The measure is similar to a law the Oregon Legislature passed earlier this year, which goes into effect in January.
The state law bans employers from asking people to disclose in initial job applications if they have a criminal record.
Portland Mayor Charlie Hales' proposed law goes one step further, and would ban employers from asking people about past convictions or conducting record checks during the interview process.
That makes some employers uncomfortable.
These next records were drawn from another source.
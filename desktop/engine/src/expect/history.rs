//! The liquid level over time, as the load that the ground feels.

/// One known instant of the load.
#[derive(Debug, Clone, Copy, PartialEq)]
pub struct LoadPoint {
    /// Unix time, s.
    pub time_s: i64,
    /// Liquid level above the floor of the tank under test, m.
    pub liquid_level_m: f64,
}

/// A liquid level history, by rising time; the level changes evenly between points and stays
/// after the last.
#[derive(Debug, Clone, PartialEq, Default)]
pub struct LoadHistory {
    points: Vec<LoadPoint>,
}

impl LoadHistory {
    /// From points in any order; of several at one instant the last given stands.
    #[must_use]
    pub fn new(mut points: Vec<LoadPoint>) -> Self {
        points.sort_by_key(|point| point.time_s);
        let mut kept: Vec<LoadPoint> = Vec::with_capacity(points.len());
        for point in points {
            match kept.last_mut() {
                Some(last) if last.time_s == point.time_s => *last = point,
                _ => kept.push(point),
            }
        }
        Self { points: kept }
    }

    /// The points.
    #[must_use]
    pub fn points(&self) -> &[LoadPoint] {
        &self.points
    }

    /// Level at an instant, m: even between points, that of the nearest end outside them; none
    /// without points.
    #[must_use]
    pub fn level_at(&self, time_s: i64) -> Option<f64> {
        let after = self.points.partition_point(|point| point.time_s <= time_s);
        let before = after.checked_sub(1).and_then(|index| self.points.get(index));
        match (before, self.points.get(after)) {
            (Some(a), Some(b)) => {
                let share = (time_s - a.time_s) as f64 / (b.time_s - a.time_s) as f64;
                Some(a.liquid_level_m + share * (b.liquid_level_m - a.liquid_level_m))
            }
            (Some(only), None) | (None, Some(only)) => Some(only.liquid_level_m),
            (None, None) => None,
        }
    }
}

#[cfg(test)]
mod tests {
    use super::*;

    fn history(points: &[(i64, f64)]) -> LoadHistory {
        LoadHistory::new(
            points
                .iter()
                .map(|&(time_s, liquid_level_m)| LoadPoint { time_s, liquid_level_m })
                .collect(),
        )
    }

    #[test]
    fn level_is_even_between_points_and_held_outside() {
        let history = history(&[(100, 3.0), (0, 1.0)]);
        assert_eq!(history.level_at(50), Some(2.0));
        assert_eq!(history.level_at(-5), Some(1.0));
        assert_eq!(history.level_at(500), Some(3.0));
        assert_eq!(LoadHistory::default().level_at(0), None);
    }

    #[test]
    fn the_last_of_two_at_one_instant_stands() {
        assert_eq!(history(&[(0, 1.0), (0, 2.0)]).points().len(), 1);
        assert_eq!(history(&[(0, 1.0), (0, 2.0)]).level_at(0), Some(2.0));
    }
}
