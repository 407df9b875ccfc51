//! Carries columns through a load history, in parallel over plan positions.

use super::{ExpectError, Instrument, LoadHistory, Model};
use brimstead_core::config::COLUMN_CELLS;
use brimstead_core::consolidation::Factor;
use brimstead_core::expectation::{
    self, Column, ColumnState, LiquidPressures, Moment, Point, Zero, envelope,
};
use brimstead_core::load::PlanPosition;
use brimstead_core::quantity::Expected;
use rayon::prelude::*;
use std::collections::BTreeMap;

type CoreColumn = Column<COLUMN_CELLS>;
type CoreState = ColumnState<COLUMN_CELLS>;

/// Expected bands, for each instrument of the model in order, at each of its asked times in order;
/// in the core's unit (kPa, m). None where nothing is expected of the kind of instrument, or
/// before the baseline.
#[derive(Debug, Clone, PartialEq)]
pub struct Expectations {
    /// By instrument, by asked time.
    pub by_instrument: Vec<Vec<Option<Expected>>>,
}

/// Expected bands of every instrument at its own asked times.
///
/// Every instant of the history is a step of the calculation, and so is every asked time between
/// two of them, with the level even in between.
///
/// # Errors
/// What the core refuses, with the instrument or the instant named.
///
/// # Panics
/// Never: `wanted` shorter than the instruments counts as nothing asked of the rest.
pub fn expect(
    model: &Model,
    history: &LoadHistory,
    wanted: &[Vec<i64>],
) -> Result<Expectations, ExpectError> {
    if history.points().is_empty() {
        return Err(ExpectError::NoLevel);
    }
    let groups = group_by_place(model, wanted);
    let results: Vec<Vec<Answer>> = groups
        .par_iter()
        .map(|group| run_group(model, history, group))
        .collect::<Result<_, _>>()?;
    let mut by_instrument: Vec<Vec<Option<Expected>>> =
        model.instruments.iter().map(|_| Vec::new()).collect();
    for answer in results.into_iter().flatten() {
        by_instrument[answer.index] = answer.bands;
    }
    Ok(Expectations { by_instrument })
}

/// One instrument of a group with the times asked of it.
struct Member<'a> {
    index: usize,
    instrument: &'a Instrument,
    times: &'a [i64],
}

struct Answer {
    index: usize,
    bands: Vec<Option<Expected>>,
}

/// Instruments above one another share a column.
fn group_by_place<'a>(model: &'a Model, wanted: &'a [Vec<i64>]) -> Vec<Vec<Member<'a>>> {
    let mut groups: BTreeMap<(u64, u64), Vec<Member<'a>>> = BTreeMap::new();
    for (index, (instrument, times)) in model.instruments.iter().zip(wanted).enumerate() {
        let place = instrument.sensor.place;
        let key = (place.x_m.to_bits(), place.y_m.to_bits());
        groups.entry(key).or_default().push(Member { index, instrument, times });
    }
    groups.into_values().collect()
}

/// What loads the ground at one instant; the same in every case of the band.
struct Load {
    time_s: i64,
    liquid_level_m: f64,
    liquid_kpa: LiquidPressures,
}

impl Load {
    fn at(model: &Model, history: &LoadHistory, time_s: i64) -> Result<Self, ExpectError> {
        let liquid_level_m = history.level_at(time_s).ok_or(ExpectError::NoLevel)?;
        let liquid_kpa = model.liquid_kpa(time_s, liquid_level_m)?;
        Ok(Self { time_s, liquid_level_m, liquid_kpa })
    }
}

/// The instants at which a group is stepped: the baseline, then those of the history and those
/// asked for.
struct Steps {
    baseline: Load,
    after: Vec<Load>,
}

fn steps_of(
    model: &Model,
    history: &LoadHistory,
    group: &[Member<'_>],
) -> Result<Steps, ExpectError> {
    let asked = group.iter().flat_map(|member| member.times.iter().copied());
    let mut times: Vec<i64> =
        history.points().iter().map(|point| point.time_s).chain(asked).collect();
    times.retain(|time_s| *time_s > model.baseline_s);
    times.sort_unstable();
    times.dedup();
    // Nothing is computed beyond the last instant that somebody asked for.
    let last_asked = group.iter().filter_map(|member| member.times.last()).max();
    times.retain(|time_s| last_asked.is_some_and(|last| time_s <= last));
    let load_at = |time_s| Load::at(model, history, time_s);
    Ok(Steps {
        baseline: load_at(model.baseline_s)?,
        after: times.into_iter().map(load_at).collect::<Result<_, _>>()?,
    })
}

fn run_group(
    model: &Model,
    history: &LoadHistory,
    group: &[Member<'_>],
) -> Result<Vec<Answer>, ExpectError> {
    let Some(first) = group.first() else { return Ok(Vec::new()) };
    let steps = steps_of(model, history, group)?;
    let place = first.instrument.sensor.place;
    // [member][case][asked time]
    let mut values: Vec<Vec<Vec<Option<f64>>>> = group.iter().map(|_| Vec::new()).collect();
    for case in 0..model.cases.len() {
        let by_member = run_case(model, case, place, group, &steps)?;
        for (all, one) in values.iter_mut().zip(by_member) {
            all.push(one);
        }
    }
    Ok(group.iter().zip(values).map(|(member, cases)| join_cases(member, &cases)).collect())
}

fn join_cases(member: &Member<'_>, cases: &[Vec<Option<f64>>]) -> Answer {
    let noise_sd = member.instrument.noise_sd;
    let bands = (0..member.times.len())
        .map(|time| {
            let values: Option<Vec<f64>> = cases.iter().map(|case| case[time]).collect();
            envelope(&values?, noise_sd)
        })
        .collect();
    Answer { index: member.index, bands }
}

/// One case of one group: the value of each member at each of its asked times, in the core's unit.
fn run_case(
    model: &Model,
    case: usize,
    place: PlanPosition,
    group: &[Member<'_>],
    steps: &Steps,
) -> Result<Vec<Vec<Option<f64>>>, ExpectError> {
    let mut run = Run::start(model, case, place, &steps.baseline)?;
    let mut followed = Vec::with_capacity(group.len());
    for member in group {
        followed.push(Followed::new(&run, model, case, member)?);
    }
    for member in &mut followed {
        member.read(&run, model.baseline_s)?;
    }
    for load in &steps.after {
        run.advance(load)?;
        for member in &mut followed {
            member.read(&run, load.time_s)?;
        }
    }
    Ok(followed.into_iter().map(|member| member.values).collect())
}

/// One column on its way.
struct Run {
    column: CoreColumn,
    state: CoreState,
    factor: Factor<COLUMN_CELLS>,
    liquid_level_m: f64,
}

impl Run {
    /// From the dead load to the baseline.
    fn start(
        model: &Model,
        case: usize,
        place: PlanPosition,
        baseline: &Load,
    ) -> Result<Self, ExpectError> {
        let site = &model.cases[case].1;
        let column = Column::new(site, place).map_err(ExpectError::Site)?;
        let empty = model.empty_kpa();
        let mut state = column.start(model.dead_load_since_s, &empty).map_err(ExpectError::Site)?;
        let mut factor = Factor::empty();
        column
            .advance(&mut state, model.baseline_s, &empty, &mut factor)
            .map_err(ExpectError::Site)?;
        let mut run = Self { column, state, factor, liquid_level_m: 0.0 };
        // Liquid that stood in the tank at the baseline came on by then.
        run.advance(baseline)?;
        Ok(run)
    }

    fn advance(&mut self, load: &Load) -> Result<(), ExpectError> {
        self.column
            .advance(&mut self.state, load.time_s, &load.liquid_kpa, &mut self.factor)
            .map_err(ExpectError::Site)?;
        self.liquid_level_m = load.liquid_level_m;
        Ok(())
    }

    fn moment(&self) -> Moment {
        Moment { liquid_level_m: self.liquid_level_m, background_kpa: 0.0 }
    }
}

/// An instrument that is read along the way.
struct Followed<'a> {
    member: &'a Member<'a>,
    point: Point,
    zero: Zero,
    next: usize,
    values: Vec<Option<f64>>,
}

impl<'a> Followed<'a> {
    fn new(
        run: &Run,
        model: &Model,
        case: usize,
        member: &'a Member<'a>,
    ) -> Result<Self, ExpectError> {
        let point = Point::new(&model.cases[case].1, member.instrument.sensor)
            .map_err(|source| refused(member.instrument, source))?;
        let zero = point.zero(&run.column, &run.state);
        Ok(Self { member, point, zero, next: 0, values: Vec::with_capacity(member.times.len()) })
    }

    /// Gives every asked time up to the one reached its value; none before the baseline.
    fn read(&mut self, run: &Run, reached_s: i64) -> Result<(), ExpectError> {
        while let Some(&asked_s) = self.member.times.get(self.next) {
            if asked_s > reached_s {
                break;
            }
            let value = if asked_s == reached_s {
                let reading = self.point.reading(&run.column, &run.state, self.zero, &run.moment());
                Some(reading.map_err(|source| refused(self.member.instrument, source))?)
            } else {
                None
            };
            self.values.push(value);
            self.next += 1;
        }
        Ok(())
    }
}

fn refused(instrument: &Instrument, source: expectation::ExpectationError) -> ExpectError {
    ExpectError::Instrument { id: instrument.id.clone(), source }
}

/// Column, point and zero of one instrument at one instant in the likely case: what a hand-check
/// sheet starts from.
#[derive(Debug)]
pub struct MomentState {
    /// The ground below it.
    pub column: CoreColumn,
    /// What the column has reached.
    pub state: CoreState,
    /// The instrument.
    pub point: Point,
    /// Its zero.
    pub zero: Zero,
    /// Its surroundings.
    pub moment: Moment,
}

/// Carries one instrument to an instant through a load history.
///
/// # Errors
/// As [`expect`].
pub fn state_at(
    model: &Model,
    history: &LoadHistory,
    instrument: usize,
    time_s: i64,
) -> Result<MomentState, ExpectError> {
    let instrument = &model.instruments[instrument];
    let times = [time_s];
    let member = Member { index: 0, instrument, times: &times };
    let group = [member];
    let steps = steps_of(model, history, &group)?;
    let mut run = Run::start(model, 0, instrument.sensor.place, &steps.baseline)?;
    let point = Point::new(model.likely(), instrument.sensor)
        .map_err(|source| refused(instrument, source))?;
    let zero = point.zero(&run.column, &run.state);
    for load in &steps.after {
        run.advance(load)?;
    }
    let moment = run.moment();
    Ok(MomentState { column: run.column, state: run.state, point, zero, moment })
}
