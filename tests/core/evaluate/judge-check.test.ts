import { describe, expect, it } from 'vitest';
import { judge } from '../../../core/evaluate/judge-check.ts';

describe('judge', () => {
  it.each([
    ['<=', 575, 610, true, 575 / 610],
    ['<=', 610, 610, true, 1],
    ['<', 610, 610, false, 1],
    ['<=', 611, 610, false, 611 / 610],
    ['>=', 0.2, 0.1, true, 0.5],
    ['>=', 0.05, 0.1, false, 2],
    ['>', 3, 3, false, 1],
    ['<=', 0, 610, true, 0],
  ] as const)('%s: %d against %d', (operator, left, right, passes, utilisation) => {
    expect(judge(operator, left, right)).toEqual({ passes, utilisation });
  });

  it('takes 0.1 + 0.2 as at a limit of 0.3', () => {
    expect(judge('<=', 0.1 + 0.2, 0.3).passes).toBe(true);
    expect(judge('<', 0.1 + 0.2, 0.3).passes).toBe(false);
  });

  it('gives no ratio where there is none', () => {
    expect(judge('<=', 5, 0).utilisation).toBeNull();
    expect(judge('<=', -5, 10).utilisation).toBeNull();
    expect(judge('>=', -5, 10)).toEqual({ passes: false, utilisation: null });
  });

  it('keeps 1.00 at the limit below zero', () => {
    expect(judge('<=', -20, -10)).toEqual({ passes: true, utilisation: 0.5 });
    expect(judge('<=', -5, -10)).toEqual({ passes: false, utilisation: 2 });
    expect(judge('>=', -5, -10)).toEqual({ passes: true, utilisation: 0.5 });
  });
});
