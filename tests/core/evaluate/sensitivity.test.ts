import { describe, expect, it } from 'vitest';
import { evaluateSensitivity, type CheckSensitivity } from '../../../core/evaluate/sensitivity.ts';
import { evaluateText, places, sheetOf } from './sheet-text.ts';

function checkOf(text: string): CheckSensitivity {
  const [check] = evaluateSensitivity({ entry: 's.yaml', files: [{ name: 's.yaml', text }] })?.checks ?? [];
  if (check === undefined) throw new Error('no check');
  return check;
}

describe('a product of uncertain values, by hand', () => {
  // u = x·y/100 with x = 10 ± 1 and y = 5 from 4 to 7: 0.5 as stated; x alone 0.45 to 0.55, y alone 0.4 to 0.7.
  const check = checkOf(
    sheetOf(
      'inputs:',
      '  x: { value: 10 in, source: b, tolerance: 10 % }',
      '  y: { value: 5 in, source: b, range: [4 in, 7 in] }',
      '  z: { value: 100 in^2, source: b }',
      'sections: [{ title: S, checks: [{ that: x*y <= z }] }]',
    ),
  );

  it('ranks them by their effect', () => {
    expect(check.utilisation).toBeCloseTo(0.5, 12);
    expect(check.effects.map(({ path }) => path)).toEqual(['inputs/y', 'inputs/x']);
    const [y, x] = check.effects;
    expect([y?.low.value, y?.high.value, x?.low.value, x?.high.value]).toEqual([
      '4.000 in',
      '7.000 in',
      '9.000 in',
      '11.00 in',
    ]);
    expect([y?.low.utilisation, y?.high.utilisation].map(round)).toEqual([0.4, 0.7]);
    expect([x?.low.utilisation, x?.high.utilisation].map(round)).toEqual([0.45, 0.55]);
    expect([y?.change, x?.change].map(round)).toEqual([0.2, 0.05]);
    expect(check.effects.every(({ monotone }) => monotone)).toBe(true);
  });

  it('is exact at the corners: 9·4 and 11·7', () => {
    expect(round(check.corners.least)).toBe(0.36);
    expect(round(check.corners.greatest)).toBe(0.77);
  });

  it('adds up to first order: 0.25, and by squares √(0.2² + 0.05²)', () => {
    expect(check.firstOrder.sum).toBeCloseTo(0.25, 12);
    expect(check.firstOrder.independent).toBeCloseTo(Math.sqrt(0.0425), 12);
  });
});

it('takes the demand and the limit of a least value the right way round', () => {
  const check = checkOf(
    sheetOf(
      'inputs:',
      '  x: { value: 10 in, source: b, tolerance: ± 2 in }',
      'sections: [{ title: S, checks: [{ that: x >= 6 in }] }]',
    ),
  );
  expect([check.effects[0]?.low.utilisation, check.effects[0]?.high.utilisation].map(round)).toEqual([0.75, 0.5]);
  expect([check.corners.least, check.corners.greatest].map(round)).toEqual([0.5, 0.75]);
});

it('sees an effect that goes the same way to both sides', () => {
  const check = checkOf(
    sheetOf(
      'inputs:',
      '  x: { value: 0 in, source: b, tolerance: 1 in }',
      'sections: [{ title: S, checks: [{ that: x^2 + 1 in^2 <= 4 in^2 }] }]',
    ),
  );
  expect(check.effects[0]).toMatchObject({ monotone: false });
  expect(round(check.effects[0]?.change)).toBe(0.25);
});

it('moves the share of a component against the others', () => {
  const check = checkOf(
    sheetOf(
      'gases: { g: { method: ideal, fractions: { methane: 50 %, ethane: 25 %, propane: 25 % }, tolerance: { methane: 10 % } } }',
      'sections: [{ title: S, checks: [{ that: molar_mass(g) <= 100 kg/kmol }] }]',
    ),
  );
  // M = x·16.0425 + (1 − x)·(30.0690 + 44.0956)/2 with x = 0.4 and 0.6; the rest stay in proportion.
  const mass = (x: number): number => (x * 16.04246 + ((1 - x) * (30.06904 + 44.09562)) / 2) / 100;
  const [effect] = check.effects;
  expect(effect).toMatchObject({
    path: 'gases/g',
    label: 'methane in g',
    low: { value: '40.00 %' },
    high: { value: '60.00 %' },
  });
  expect(Math.abs((effect?.low.utilisation ?? 0) / mass(0.4) - 1)).toBeLessThan(2e-5);
  expect(Math.abs((effect?.high.utilisation ?? 0) / mass(0.6) - 1)).toBeLessThan(2e-5);
});

it('takes a level’s percentage of the absolute value', () => {
  const check = checkOf(
    sheetOf(
      'inputs:',
      '  p: { value: 85.3 psig, source: b, tolerance: 1 % }',
      'sections: [{ title: S, checks: [{ that: p <= 200 psia }] }]',
    ),
  );
  // 85.3 psig at 14.7 psia is 100 psia; a hundredth of it is 1 psi.
  expect([check.effects[0]?.low.value, check.effects[0]?.high.value]).toEqual(['84.30 psig', '86.30 psig']);
});

describe('tolerances that fit nothing', () => {
  const input = (tolerance: string): string => sheetOf('inputs:', `  p: { value: 85.3 psig, source: b, ${tolerance} }`);

  it.each([
    ['tolerance: 5 psig', 'UNIT_MISMATCH'],
    ['tolerance: 5 ft', 'UNIT_MISMATCH'],
    ['tolerance: "-5 psi"', 'DOMAIN'],
    ['tolerance: some', 'QUANTITY_SYNTAX'],
    ['range: [90 psig, 100 psig]', 'DOMAIN'],
    ['range: [80 psi, 100 psi]', 'UNIT_MISMATCH'],
    ['tolerance: 1 %, range: [80 psig, 90 psig]', 'SCHEMA_VALUE'],
  ])('%s', (text, code) => {
    const { report, diagnostics } = evaluateText(input(text));
    expect(report).toBeNull();
    expect(diagnostics.map((diagnostic) => diagnostic.code)).toEqual([code]);
  });

  it.each(['3 psig', '3 MSCFD', '3 ft'])('of a share in %s', (amount) => {
    const text = sheetOf(
      `gases: { g: { method: ideal, fractions: { methane: 100 % }, tolerance: { methane: ${amount} } } }`,
    );
    expect(evaluateText(text).diagnostics).toMatchObject([{ code: 'UNIT_MISMATCH', line: 7 }]);
  });

  it('of a component that the gas has not', () => {
    const text = sheetOf('gases: { g: { method: ideal, fractions: { methane: 100 % }, tolerance: { ethane: 1 % } } }');
    expect(places(evaluateText(text))).toEqual(['GAS_COMPONENT 7:74']);
  });
});

function round(value: number | null | undefined): number | null | undefined {
  return typeof value === 'number' ? Number(value.toPrecision(12)) : value;
}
Gina Delahunt, the human resources director at Dave's Killer Bread, said she wants candidates to feel comfortable discussing their personal history, including any past convictions.
"It's very important to us that we're able to have an open and honest dialog about their backgrounds, and we are evidence that that upfront dialog works," Delahunt said. "For me, personally, I would hate to see that go away."
About a third of the bakery's employees have a criminal record, and it advocates for second-chance employment through the Dave's Killer Bread Foundation.
Delahunt said Dave's Killer Bread wants to learn more about the proposed law before taking a position on it.
The mayor's "ban the box" law would allow employers to ask about criminal history or run a background check after giving candidates a conditional job offer.
Hales said he believes the measure is critical to helping people restart their lives after serving time. He also said it would reduce recidivism.
"It is both an economic issue, a social justice issue, and a pubic safety issue," he said.
Nkenge Harmon Johnson, president of the Urban League of Portland, was among those who spoke in favor of the law, which she said would help level the playing field for people of color.
"Eighty percent of Oregon's black population lives in Portland, and black Oregonians are six times more likely to be incarcerated than white Oregonians," she said.
Employers hiring for particularly sensitive positions would be permitted to investigate candidates' records earlier in the hiring process.
The law makes exceptions for positions that involve direct access to children, the elderly, persons with disabilities, mental illness, or substance abuse disorders.
The proposed measure met with some initial skepticism from members of the council.
Commissioner Dan Saltzman questioned whether the bill was necessary, given the state's "ban the box" law, and Commissioner Nick Fish pointed out that employers will likely notice gaps on candidates resumes.
"If there's a big gap, that's a red flag," he said. "Are we encouraging a certain kind of profiling at the front end?"